■ Collected data entries
☆ ☆ ☆ ☆ ☆ ☆ ☆

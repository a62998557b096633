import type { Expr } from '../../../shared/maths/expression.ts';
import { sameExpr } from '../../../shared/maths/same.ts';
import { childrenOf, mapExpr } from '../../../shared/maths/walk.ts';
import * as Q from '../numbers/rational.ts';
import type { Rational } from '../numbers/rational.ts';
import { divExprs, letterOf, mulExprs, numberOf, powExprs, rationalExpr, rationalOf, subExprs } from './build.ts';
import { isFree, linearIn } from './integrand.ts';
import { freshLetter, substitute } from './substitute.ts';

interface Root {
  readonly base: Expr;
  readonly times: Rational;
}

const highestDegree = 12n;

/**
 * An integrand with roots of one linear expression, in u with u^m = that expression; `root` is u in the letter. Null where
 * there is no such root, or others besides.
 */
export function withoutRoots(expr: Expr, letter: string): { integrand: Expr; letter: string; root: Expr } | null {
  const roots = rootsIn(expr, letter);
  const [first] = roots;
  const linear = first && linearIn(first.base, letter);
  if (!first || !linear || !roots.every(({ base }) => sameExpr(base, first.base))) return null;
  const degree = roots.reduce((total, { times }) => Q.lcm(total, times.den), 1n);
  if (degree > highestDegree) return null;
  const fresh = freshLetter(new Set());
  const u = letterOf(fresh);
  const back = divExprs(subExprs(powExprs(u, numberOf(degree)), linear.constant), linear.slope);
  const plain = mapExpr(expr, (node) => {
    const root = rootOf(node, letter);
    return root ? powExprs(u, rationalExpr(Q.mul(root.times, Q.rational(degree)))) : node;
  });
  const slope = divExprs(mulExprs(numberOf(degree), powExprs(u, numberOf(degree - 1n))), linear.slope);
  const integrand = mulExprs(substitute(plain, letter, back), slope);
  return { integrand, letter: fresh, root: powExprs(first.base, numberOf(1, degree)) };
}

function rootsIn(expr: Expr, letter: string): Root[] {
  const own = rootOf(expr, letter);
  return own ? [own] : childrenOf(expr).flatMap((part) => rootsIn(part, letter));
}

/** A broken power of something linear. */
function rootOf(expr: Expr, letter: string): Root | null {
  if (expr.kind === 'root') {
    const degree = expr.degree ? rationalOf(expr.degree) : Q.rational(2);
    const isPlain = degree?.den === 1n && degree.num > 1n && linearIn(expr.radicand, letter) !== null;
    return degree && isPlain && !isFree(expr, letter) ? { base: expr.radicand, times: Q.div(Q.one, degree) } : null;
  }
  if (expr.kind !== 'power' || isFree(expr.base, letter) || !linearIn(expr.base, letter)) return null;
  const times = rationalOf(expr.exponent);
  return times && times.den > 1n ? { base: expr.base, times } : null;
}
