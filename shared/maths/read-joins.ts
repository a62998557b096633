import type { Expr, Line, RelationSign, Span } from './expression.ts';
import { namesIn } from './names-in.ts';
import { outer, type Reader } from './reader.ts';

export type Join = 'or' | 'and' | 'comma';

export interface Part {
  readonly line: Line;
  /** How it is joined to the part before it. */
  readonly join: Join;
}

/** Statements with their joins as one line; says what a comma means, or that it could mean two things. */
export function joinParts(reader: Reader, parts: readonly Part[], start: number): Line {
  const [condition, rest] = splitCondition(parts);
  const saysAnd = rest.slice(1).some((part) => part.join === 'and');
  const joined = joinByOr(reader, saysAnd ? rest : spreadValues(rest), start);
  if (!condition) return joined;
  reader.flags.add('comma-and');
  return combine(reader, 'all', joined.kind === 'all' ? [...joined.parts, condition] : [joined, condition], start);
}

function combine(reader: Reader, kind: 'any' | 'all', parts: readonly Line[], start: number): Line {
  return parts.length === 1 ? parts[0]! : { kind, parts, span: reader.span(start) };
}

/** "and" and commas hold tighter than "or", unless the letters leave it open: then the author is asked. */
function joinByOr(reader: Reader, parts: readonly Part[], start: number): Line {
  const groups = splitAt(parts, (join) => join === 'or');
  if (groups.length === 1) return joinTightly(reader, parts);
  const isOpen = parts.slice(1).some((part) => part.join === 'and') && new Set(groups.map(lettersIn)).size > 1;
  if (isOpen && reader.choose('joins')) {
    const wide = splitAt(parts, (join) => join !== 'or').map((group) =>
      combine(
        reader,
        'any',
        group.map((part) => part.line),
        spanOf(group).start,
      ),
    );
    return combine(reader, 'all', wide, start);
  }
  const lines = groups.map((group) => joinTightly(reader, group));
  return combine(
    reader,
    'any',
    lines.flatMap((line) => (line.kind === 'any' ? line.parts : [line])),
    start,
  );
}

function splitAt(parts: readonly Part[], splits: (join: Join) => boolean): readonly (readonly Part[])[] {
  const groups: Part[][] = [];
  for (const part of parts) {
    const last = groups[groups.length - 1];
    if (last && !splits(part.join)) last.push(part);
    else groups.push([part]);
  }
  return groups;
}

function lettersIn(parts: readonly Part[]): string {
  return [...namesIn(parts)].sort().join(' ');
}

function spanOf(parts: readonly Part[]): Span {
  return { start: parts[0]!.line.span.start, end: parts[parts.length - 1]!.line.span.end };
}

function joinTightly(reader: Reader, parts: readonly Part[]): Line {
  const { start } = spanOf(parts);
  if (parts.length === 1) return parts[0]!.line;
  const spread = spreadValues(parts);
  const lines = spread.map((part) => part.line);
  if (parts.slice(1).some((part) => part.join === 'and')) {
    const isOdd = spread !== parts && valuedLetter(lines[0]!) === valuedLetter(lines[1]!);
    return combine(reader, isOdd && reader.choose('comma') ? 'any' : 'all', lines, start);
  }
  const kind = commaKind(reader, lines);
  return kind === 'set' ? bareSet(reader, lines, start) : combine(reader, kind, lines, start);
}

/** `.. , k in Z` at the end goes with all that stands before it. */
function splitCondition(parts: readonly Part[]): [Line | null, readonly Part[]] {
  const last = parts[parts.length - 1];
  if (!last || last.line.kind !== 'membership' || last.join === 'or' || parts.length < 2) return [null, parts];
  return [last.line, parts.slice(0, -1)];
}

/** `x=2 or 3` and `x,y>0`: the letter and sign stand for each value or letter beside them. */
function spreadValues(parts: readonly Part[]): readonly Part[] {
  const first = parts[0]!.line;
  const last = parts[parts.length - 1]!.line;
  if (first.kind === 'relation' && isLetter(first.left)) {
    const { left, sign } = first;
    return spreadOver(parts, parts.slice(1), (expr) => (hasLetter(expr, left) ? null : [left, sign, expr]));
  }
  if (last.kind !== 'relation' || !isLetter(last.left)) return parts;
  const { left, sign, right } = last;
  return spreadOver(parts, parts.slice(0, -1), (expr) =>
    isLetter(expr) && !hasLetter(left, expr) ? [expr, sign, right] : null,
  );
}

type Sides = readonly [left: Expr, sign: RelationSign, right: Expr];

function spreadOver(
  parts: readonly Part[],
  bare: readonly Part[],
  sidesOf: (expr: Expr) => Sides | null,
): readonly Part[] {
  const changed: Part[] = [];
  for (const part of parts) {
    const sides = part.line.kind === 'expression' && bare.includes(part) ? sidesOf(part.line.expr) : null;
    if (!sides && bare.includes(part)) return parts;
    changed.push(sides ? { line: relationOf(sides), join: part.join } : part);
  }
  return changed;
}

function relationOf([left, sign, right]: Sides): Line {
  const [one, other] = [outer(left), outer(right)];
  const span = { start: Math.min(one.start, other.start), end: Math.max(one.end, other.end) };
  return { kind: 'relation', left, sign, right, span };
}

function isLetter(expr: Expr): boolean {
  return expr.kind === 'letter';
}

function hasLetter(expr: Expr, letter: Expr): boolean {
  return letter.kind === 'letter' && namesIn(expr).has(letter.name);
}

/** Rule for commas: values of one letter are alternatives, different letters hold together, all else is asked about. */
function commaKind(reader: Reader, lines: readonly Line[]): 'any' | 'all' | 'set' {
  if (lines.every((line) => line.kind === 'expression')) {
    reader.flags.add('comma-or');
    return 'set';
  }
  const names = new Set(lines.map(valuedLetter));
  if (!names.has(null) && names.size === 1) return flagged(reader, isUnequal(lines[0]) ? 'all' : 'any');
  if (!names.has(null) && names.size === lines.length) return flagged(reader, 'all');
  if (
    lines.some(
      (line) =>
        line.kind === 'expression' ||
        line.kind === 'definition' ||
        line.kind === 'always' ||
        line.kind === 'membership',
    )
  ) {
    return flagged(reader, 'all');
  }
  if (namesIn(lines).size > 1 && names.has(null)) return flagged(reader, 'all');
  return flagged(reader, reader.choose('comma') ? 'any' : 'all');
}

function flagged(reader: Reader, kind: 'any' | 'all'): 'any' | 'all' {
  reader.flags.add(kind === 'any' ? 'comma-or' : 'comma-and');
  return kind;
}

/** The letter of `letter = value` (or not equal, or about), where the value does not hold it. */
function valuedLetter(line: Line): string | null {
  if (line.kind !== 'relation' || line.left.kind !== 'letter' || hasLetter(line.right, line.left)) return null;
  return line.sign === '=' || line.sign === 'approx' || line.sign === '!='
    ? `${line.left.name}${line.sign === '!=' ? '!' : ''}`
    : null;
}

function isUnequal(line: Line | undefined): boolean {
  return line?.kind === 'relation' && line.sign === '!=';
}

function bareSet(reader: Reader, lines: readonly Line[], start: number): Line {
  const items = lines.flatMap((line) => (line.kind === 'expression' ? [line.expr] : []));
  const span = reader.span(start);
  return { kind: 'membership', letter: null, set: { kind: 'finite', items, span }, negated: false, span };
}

☆ ☆ ☆ ☆ ☆ ☆ ☆

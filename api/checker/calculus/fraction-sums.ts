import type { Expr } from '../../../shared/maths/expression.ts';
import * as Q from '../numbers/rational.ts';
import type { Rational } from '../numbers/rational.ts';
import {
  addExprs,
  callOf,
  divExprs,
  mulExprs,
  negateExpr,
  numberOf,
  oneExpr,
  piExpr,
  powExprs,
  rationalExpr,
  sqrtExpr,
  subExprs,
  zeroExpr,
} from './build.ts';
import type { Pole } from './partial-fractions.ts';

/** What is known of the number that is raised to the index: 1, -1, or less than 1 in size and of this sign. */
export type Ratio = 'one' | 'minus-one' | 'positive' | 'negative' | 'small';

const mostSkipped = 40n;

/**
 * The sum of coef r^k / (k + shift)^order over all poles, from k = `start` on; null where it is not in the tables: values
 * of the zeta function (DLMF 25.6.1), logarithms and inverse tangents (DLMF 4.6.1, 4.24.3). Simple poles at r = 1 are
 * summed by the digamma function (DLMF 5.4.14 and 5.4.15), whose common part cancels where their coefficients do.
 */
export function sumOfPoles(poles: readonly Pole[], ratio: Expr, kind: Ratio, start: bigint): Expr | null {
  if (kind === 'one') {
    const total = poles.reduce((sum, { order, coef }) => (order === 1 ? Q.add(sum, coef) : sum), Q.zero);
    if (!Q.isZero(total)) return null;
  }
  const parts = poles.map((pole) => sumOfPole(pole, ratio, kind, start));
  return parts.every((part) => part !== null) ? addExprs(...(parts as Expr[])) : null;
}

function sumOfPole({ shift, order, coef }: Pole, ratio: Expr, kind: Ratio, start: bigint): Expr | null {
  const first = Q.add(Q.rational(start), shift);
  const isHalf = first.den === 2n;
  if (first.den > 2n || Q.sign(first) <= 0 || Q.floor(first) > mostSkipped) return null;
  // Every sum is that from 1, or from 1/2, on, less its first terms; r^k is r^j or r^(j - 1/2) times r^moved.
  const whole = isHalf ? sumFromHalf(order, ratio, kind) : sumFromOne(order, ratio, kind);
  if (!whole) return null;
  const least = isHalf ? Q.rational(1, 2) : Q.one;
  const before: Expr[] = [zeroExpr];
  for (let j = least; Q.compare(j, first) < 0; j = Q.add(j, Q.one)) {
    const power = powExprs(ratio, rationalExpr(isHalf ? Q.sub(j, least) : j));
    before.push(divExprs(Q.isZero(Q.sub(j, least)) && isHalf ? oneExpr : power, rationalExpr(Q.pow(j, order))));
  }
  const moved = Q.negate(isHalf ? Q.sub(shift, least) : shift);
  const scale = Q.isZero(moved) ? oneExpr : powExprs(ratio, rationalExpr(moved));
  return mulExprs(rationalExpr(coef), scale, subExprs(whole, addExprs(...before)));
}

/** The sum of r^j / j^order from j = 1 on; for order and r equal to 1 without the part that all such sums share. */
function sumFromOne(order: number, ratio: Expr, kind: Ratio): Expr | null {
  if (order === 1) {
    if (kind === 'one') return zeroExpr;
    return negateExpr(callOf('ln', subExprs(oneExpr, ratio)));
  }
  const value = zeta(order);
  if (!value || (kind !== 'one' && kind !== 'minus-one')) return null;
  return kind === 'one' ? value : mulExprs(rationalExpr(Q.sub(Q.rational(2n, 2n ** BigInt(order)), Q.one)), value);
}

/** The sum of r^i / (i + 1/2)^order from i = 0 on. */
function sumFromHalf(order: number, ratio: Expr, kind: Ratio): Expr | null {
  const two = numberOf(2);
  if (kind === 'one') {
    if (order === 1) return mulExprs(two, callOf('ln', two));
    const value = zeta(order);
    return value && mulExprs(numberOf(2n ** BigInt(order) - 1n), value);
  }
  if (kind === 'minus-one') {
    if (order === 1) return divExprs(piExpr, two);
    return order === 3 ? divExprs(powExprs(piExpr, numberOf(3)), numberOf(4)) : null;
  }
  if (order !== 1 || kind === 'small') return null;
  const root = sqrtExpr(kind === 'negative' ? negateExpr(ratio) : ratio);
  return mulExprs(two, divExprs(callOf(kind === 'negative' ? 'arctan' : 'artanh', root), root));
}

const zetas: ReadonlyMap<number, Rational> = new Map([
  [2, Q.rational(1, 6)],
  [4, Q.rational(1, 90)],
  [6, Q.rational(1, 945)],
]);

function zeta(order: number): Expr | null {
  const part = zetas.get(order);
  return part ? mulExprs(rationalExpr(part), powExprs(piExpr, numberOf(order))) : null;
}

☆ ☆ ☆ ☆ ☆ ☆ ☆

■ WORK REQUEST
From the entries above, return each line with the word "that" in it.

■ TASK OUTPUT
 * An integrand with roots of one linear expression, in u with u^m = that expression; `root` is u in the letter. Null where
/** Statements with their joins as one line; says what a comma means, or that it could mean two things. */
/** `.. , k in Z` at the end goes with all that stands before it. */
/** What is known of the number that is raised to the index: 1, -1, or less than 1 in size and of this sign. */
  // Every sum is that from 1, or from 1/2, on, less its first terms; r^k is r^j or r^(j - 1/2) times r^moved.
/** The sum of r^j / j^order from j = 1 on; for order and r equal to 1 without the part that all such sums share. */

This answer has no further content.